Materials scientist George Malliaras named head of Cornell NanoScale Facility

George Malliaras
Malliaras
Don Tennant
Tennant

George Malliaras, associate professor of materials science and engineering at Cornell, has been named the L.B. Knight Director of the Cornell NanoScale Facility (CNF), starting Aug. 15. Don Tennant, a 1973 Cornell graduate in engineering physics, now at Lucent Technologies, will begin as CNF's director of operations on the same date.

The appointments are the result of more than a year's search in collaboration with researchers who use the national user facility, which is largely supported by the National Science Foundation.

"George and Don will bring new energies and new ideas to CNF, a facility that is already thriving," said Joseph Burns, the I.P. Church Professor of Theoretical and Applied Mechanics and Astronomy and vice provost for physical sciences and engineering at Cornell, in announcing the appointments.

Malliaras succeeds Sandip Tiwari, professor of electrical and computer engineering, who served as director of CNF from 1999 until 2005, when he left to become director of the National Nanotechnology Infrastructure Network, a consortium of 13 nanoscale manufacturing facilities, including CNF. John Silcox, the David E. Burr Professor of Engineering, has served as interim director since then, with senior research associate Jurriaan Gerretsen as associate director.

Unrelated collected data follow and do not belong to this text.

"""What may change after training: light, orientation, noise, focus, scale, tilt, dropouts.

A condition turns a patch with its surroundings into the patch as another measurement would have
given it. Integers are rounded and limited to the range of their type, as a camera does. Its random
draws follow from a seed, its name and the number of the patch alone, so the same patch changes in
the same way whichever descriptor looks at it, in whatever order.

The strengths are ours: common practice for industrial images, meant to hurt but not to destroy.
"""

import math
import zlib
from collections.abc import Callable, Iterable
from dataclasses import dataclass
from typing import Any, NamedTuple

import numpy as np
from scipy import ndimage

from mfeat import _checks
from mfeat.smoothing import fill_nearest

#: Kinds of image: grey values of a camera, or heights in a length unit.
KINDS = ("grey", "height")

GAMMA = (0.7, 1.4)
GAIN = (0.6, 1.0)
OFFSET = 10.0 / 255.0  # of the full scale, either way
ZOOM = (0.85, 1.15)
NOISE = 0.25  # of the patch's standard deviation
BLUR = 0.8  # pixels
TILT = (1.0, 4.0)  # rise over the patch's side, in standard deviations of the patch
DROPOUTS = 0.05  # share of the pixels
_CLUSTER = 1.5  # scale in pixels of the clusters in which they drop out

_SPLINE = 3  # cubic: a part that lies turned under the camera is not blurred by that


class Scene(NamedTuple):
    """A patch with its surroundings.

    Attributes
    ----------
    region : ndarray or MaskedArray of shape (h + 2 m, w + 2 m)
        Pixels of the patch and of a margin around it.
    margin : int
        Width m of the margin.
    full_scale : float
        Largest grey value; 1 for heights.
    """

    region: np.ndarray
    margin: int
    full_scale: float

    @property
    def patch(self) -> np.ndarray:
        """The patch itself, a view."""
        inner = slice(self.margin, -self.margin or None)
        return self.region[inner, inner]


@dataclass(frozen=True)
class Condition:
    """One condition.

    Attributes
    ----------
    name : str
    kinds : tuple of {"grey", "height"}
        Images for which it makes sense.
    about : str
        What it does, for reports.
    change : callable
        (scene, generator) to the patch.
    """

    name: str
    kinds: tuple[str, ...]
    about: str
    change: Callable[[Scene, np.random.Generator], np.ndarray]


def margin_for(size: tuple[int, int]) -> int:
    """Return the margin that a patch needs around it to be turned by any angle and blurred."""
    diagonal = math.hypot(*size)
    return math.ceil((diagonal - min(size)) / 2) + math.ceil(4 * BLUR)


def generator_for(seed: int, condition: str, patch: int) -> np.random.Generator:
    """Return the source of a patch's random draws under a condition."""
    return np.random.default_rng([seed, zlib.crc32(condition.encode()), patch])


def _clean(scene: Scene, _: np.random.Generator) -> np.ndarray:
    return scene.patch


def _light(scene: Scene, rng: np.random.Generator) -> np.ndarray:
    gamma = math.exp(rng.uniform(*np.log(GAMMA)))
    gain, offset = rng.uniform(*GAIN), rng.uniform(-OFFSET, OFFSET)
    values, missing = _filled(scene.patch)
    share = np.clip(values / scene.full_scale, 0.0, 1.0)
    lit = np.clip(gain * share**gamma + offset, 0.0, 1.0)
    return _as_before(scene, scene.full_scale * lit, missing)


def _rotation(scene: Scene, rng: np.random.Generator) -> np.ndarray:
    angle = rng.uniform(0.0, 2.0 * math.pi)
    cos, sin = math.cos(angle), math.sin(angle)
    return _resampled(scene, np.array([[cos, -sin], [sin, cos]]))


def _zoom(scene: Scene, rng: np.random.Generator) -> np.ndarray:
    return _resampled(scene, np.eye(2) / math.exp(rng.uniform(*np.log(ZOOM))))


def _noise(scene: Scene, rng: np.random.Generator) -> np.ndarray:
    values, missing = _filled(scene.patch)
    sigma = NOISE * _deviation(scene.patch)
    return _as_before(scene, values + sigma * rng.standard_normal(values.shape), missing)


def _blur(scene: Scene, _: np.random.Generator) -> np.ndarray:
    values, missing = _filled(scene.region)
    blurred = ndimage.gaussian_filter(values, BLUR, mode="mirror")
    return _as_before(scene, *_inner(scene, blurred, missing))


def _tilt(scene: Scene, rng: np.random.Generator) -> np.ndarray:
    values, missing = _filled(scene.patch)
    direction = rng.uniform(0.0, 2.0 * math.pi)
    rise = rng.uniform(*TILT) * _deviation(scene.patch) / max(values.shape)
    rows, cols = (np.arange(side) - (side - 1) / 2 for side in values.shape)
    plane = np.add.outer(rise * math.sin(direction) * rows, rise * math.cos(direction) * cols)
    return _as_before(scene, values + plane, missing)


def _dropouts(scene: Scene, rng: np.random.Generator) -> np.ndarray:
    values, missing = _filled(scene.patch)
    noise = ndimage.gaussian_filter(rng.standard_normal(values.shape), _CLUSTER, mode="wrap")
    lost = noise > np.quantile(noise, 1.0 - DROPOUTS)
    return _as_before(scene, values, lost if missing is None else missing | lost)


_KNOWN = (
    Condition("clean", KINDS, "as measured", _clean),
    Condition(
        "light", ("grey",), f"gamma {GAMMA[0]}-{GAMMA[1]}, gain {GAIN[0]}-{GAIN[1]:g}, offset "
        f"±{OFFSET * 255:g} of 255, limited to the range of the type", _light,
    ),
    Condition("rotation", KINDS, "turned by any angle (cubic spline)", _rotation),
    Condition("noise", KINDS, f"white noise of {NOISE:g} of the patch's deviation", _noise),
    Condition("blur", KINDS, f"Gaussian blur of {BLUR:g} pixels", _blur),
    Condition("zoom", KINDS, f"scale {ZOOM[0]}-{ZOOM[1]} (cubic spline)", _zoom),
    Condition(
        "tilt", ("height",), f"a plane that rises by {TILT[0]:g}-{TILT[1]:g} deviations over the "
        "patch", _tilt,
    ),
    Condition("dropouts", ("height",), f"{DROPOUTS:.0%} of the pixels missing, in clusters",
        _dropouts),
)  # fmt: skip

#: All conditions by name, in the order of reports.
CONDITIONS = {condition.name: condition for condition in _KNOWN}


def conditions_for(kind: str, names: Any = None) -> list[Condition]:
    """Return the conditions of some names; by default all that make sense for a kind of image.

    "clean" comes first, always.

    Examples
    --------
    >>> from mfeat.conditions import conditions_for
    >>> [condition.name for condition in conditions_for("height")]
    ['clean', 'rotation', 'noise', 'blur', 'zoom', 'tilt', 'dropouts']
    """
    if names is None:
        return [condition for condition in CONDITIONS.values() if kind in condition.kinds]
    chosen = {*known_names(names), "clean"}
    found = [condition for condition in CONDITIONS.values() if condition.name in chosen]
    for condition in found:
        if kind not in condition.kinds:
            pixels = "floating-point" if kind == "height" else "integer"
            raise ValueError(
                f"condition {condition.name!r} is for {' and '.join(condition.kinds)} images, "
                f"these are {kind} images ({pixels} pixels)"
            )
    return found


def known_names(names: Any) -> list[str]:
    """Return names of conditions as a list, each checked."""
    if isinstance(names, str) or not isinstance(names, Iterable):
        raise TypeError(f"conditions must be a list of names; got {names!r}")
    return [_checks.choice("conditions", name, tuple(CONDITIONS)) for name in names]


def _filled(pixels: np.ndarray) -> tuple[np.ndarray, np.ndarray | None]:
    """Return pixels as float64 without gaps, and where there were some.

    Gaps take the nearest valid value, for the interpolation beside them only: what was missing,
    or touches what was, is missing in the result.
    """
    missing = missing_in(pixels)
    values = np.asarray(pixels).astype(np.float64)
    if missing is None:
        return values, None
    return fill_nearest(values, ~missing), missing


def missing_in(pixels: np.ndarray) -> np.ndarray | None:
    """Return where pixels are masked or NaN; None where all are valid."""
    missing = np.ma.getmaskarray(pixels)
    if pixels.dtype.kind == "f":
        missing = missing | np.isnan(np.ma.getdata(pixels))
    return missing if missing.any() else None


def _deviation(pixels: np.ndarray) -> float:
    missing = missing_in(pixels)
    values = np.asarray(pixels, dtype=np.float64)
    return float(np.std(values if missing is None else values[~missing]))


def _resampled(scene: Scene, matrix: np.ndarray) -> np.ndarray:
    """Return the patch with each pixel taken from `matrix` times its place about the centre."""
    values, missing = _filled(scene.region)
    shape = scene.patch.shape
    centre = (np.array(scene.region.shape) - 1) / 2
    offset = centre - matrix @ ((np.array(shape) - 1) / 2)
    how = {"offset": offset, "output_shape": shape, "mode": "mirror"}
    turned = ndimage.affine_transform(values, matrix, order=_SPLINE, **how)
    if missing is not None:
        reach = ndimage.affine_transform(missing.astype(np.float64), matrix, order=1, **how)
        missing = reach > 1e-9
    return _as_before(scene, turned, missing)


def _inner(scene: Scene, values: np.ndarray, missing: np.ndarray | None) -> tuple:
    inner = slice(scene.margin, -scene.margin or None)
    return values[inner, inner], None if missing is None else missing[inner, inner]


def _as_before(scene: Scene, values: np.ndarray, missing: np.ndarray | None) -> np.ndarray:
    """Return values in the type of the scene, missing in its way: NaN, or masked integers."""
    dtype = scene.region.dtype
    if dtype.kind == "f":
        patch = values.astype(dtype)
        if missing is not None:
            patch[missing] = np.nan
        return patch
    low, high = (0, 1) if dtype.kind == "b" else (np.iinfo(dtype).min, np.iinfo(dtype).max)
    top = float(high)
    if top > high:  # of 64 bits: the float beside it does not fit
        top = np.nextafter(top, 0.0)
    patch = np.clip(np.rint(values), low, top).astype(dtype)
    return patch if missing is None else np.ma.MaskedArray(patch, missing)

"I'm honored and delighted," Malliaras said. "CNF has established a dominance in nanoscience and nanotechnology, and the challenge is going to be to perpetuate that excellence. And I look forward in particular to working with Don Tennant. We have a lot to learn from each other."

Malliaras said he plans to expand CNF's efforts to work with biologists and hopes to bring in the medical community. "There are calls from the medical community, especially from surgeons, for better tools, and I think we can help with that." As part of the celebration of CNF's 30th anniversary in 2007, Malliaras plans a series of major symposiums, one of which will deal with nanotechnology in medicine.

Malliaras' research focuses on organic electronics, the use of organic materials in place of such traditional semiconductors as silicon to create electronic devices, including organic light emitting diodes, organic thin film transistors and organic photovoltaics. He received a B.S. in physics from Aristotle University, Greece, in 1991, and a Ph.D. in mathematics and physical sciences from the University of Groningen, the Netherlands, in 1995.

Before joining the Cornell faculty in 1998, he spent two years at the IBM Almaden Research Center. He is the recipient of the National Science Foundation (NSF) Young Investigator Award, the DuPont Young Professor Grant and a Cornell College of Engineering Teaching Award. He is an editor for the Japanese Journal of Applied Physics and serves on the editorial board of Sensors.

Tennant has been a scientist at Lucent Technologies, N.J., and affiliated with Brookhaven National Laboratory on Long Island. He is one of the nation's most highly respected experts in nanofabrication and electron-beam lithography and has held national policy roles.

CNF, which also is supported by Cornell, industry and the New York State Office of Science, Technology and Academic Research, provides facilities for the manufacture and testing of submicroscopic devices for such diverse fields as astronomy, plant pathology, materials science, physics, chemistry and the life sciences. Currently, some 350 Cornell researchers and a similar number of outsiders use the facility.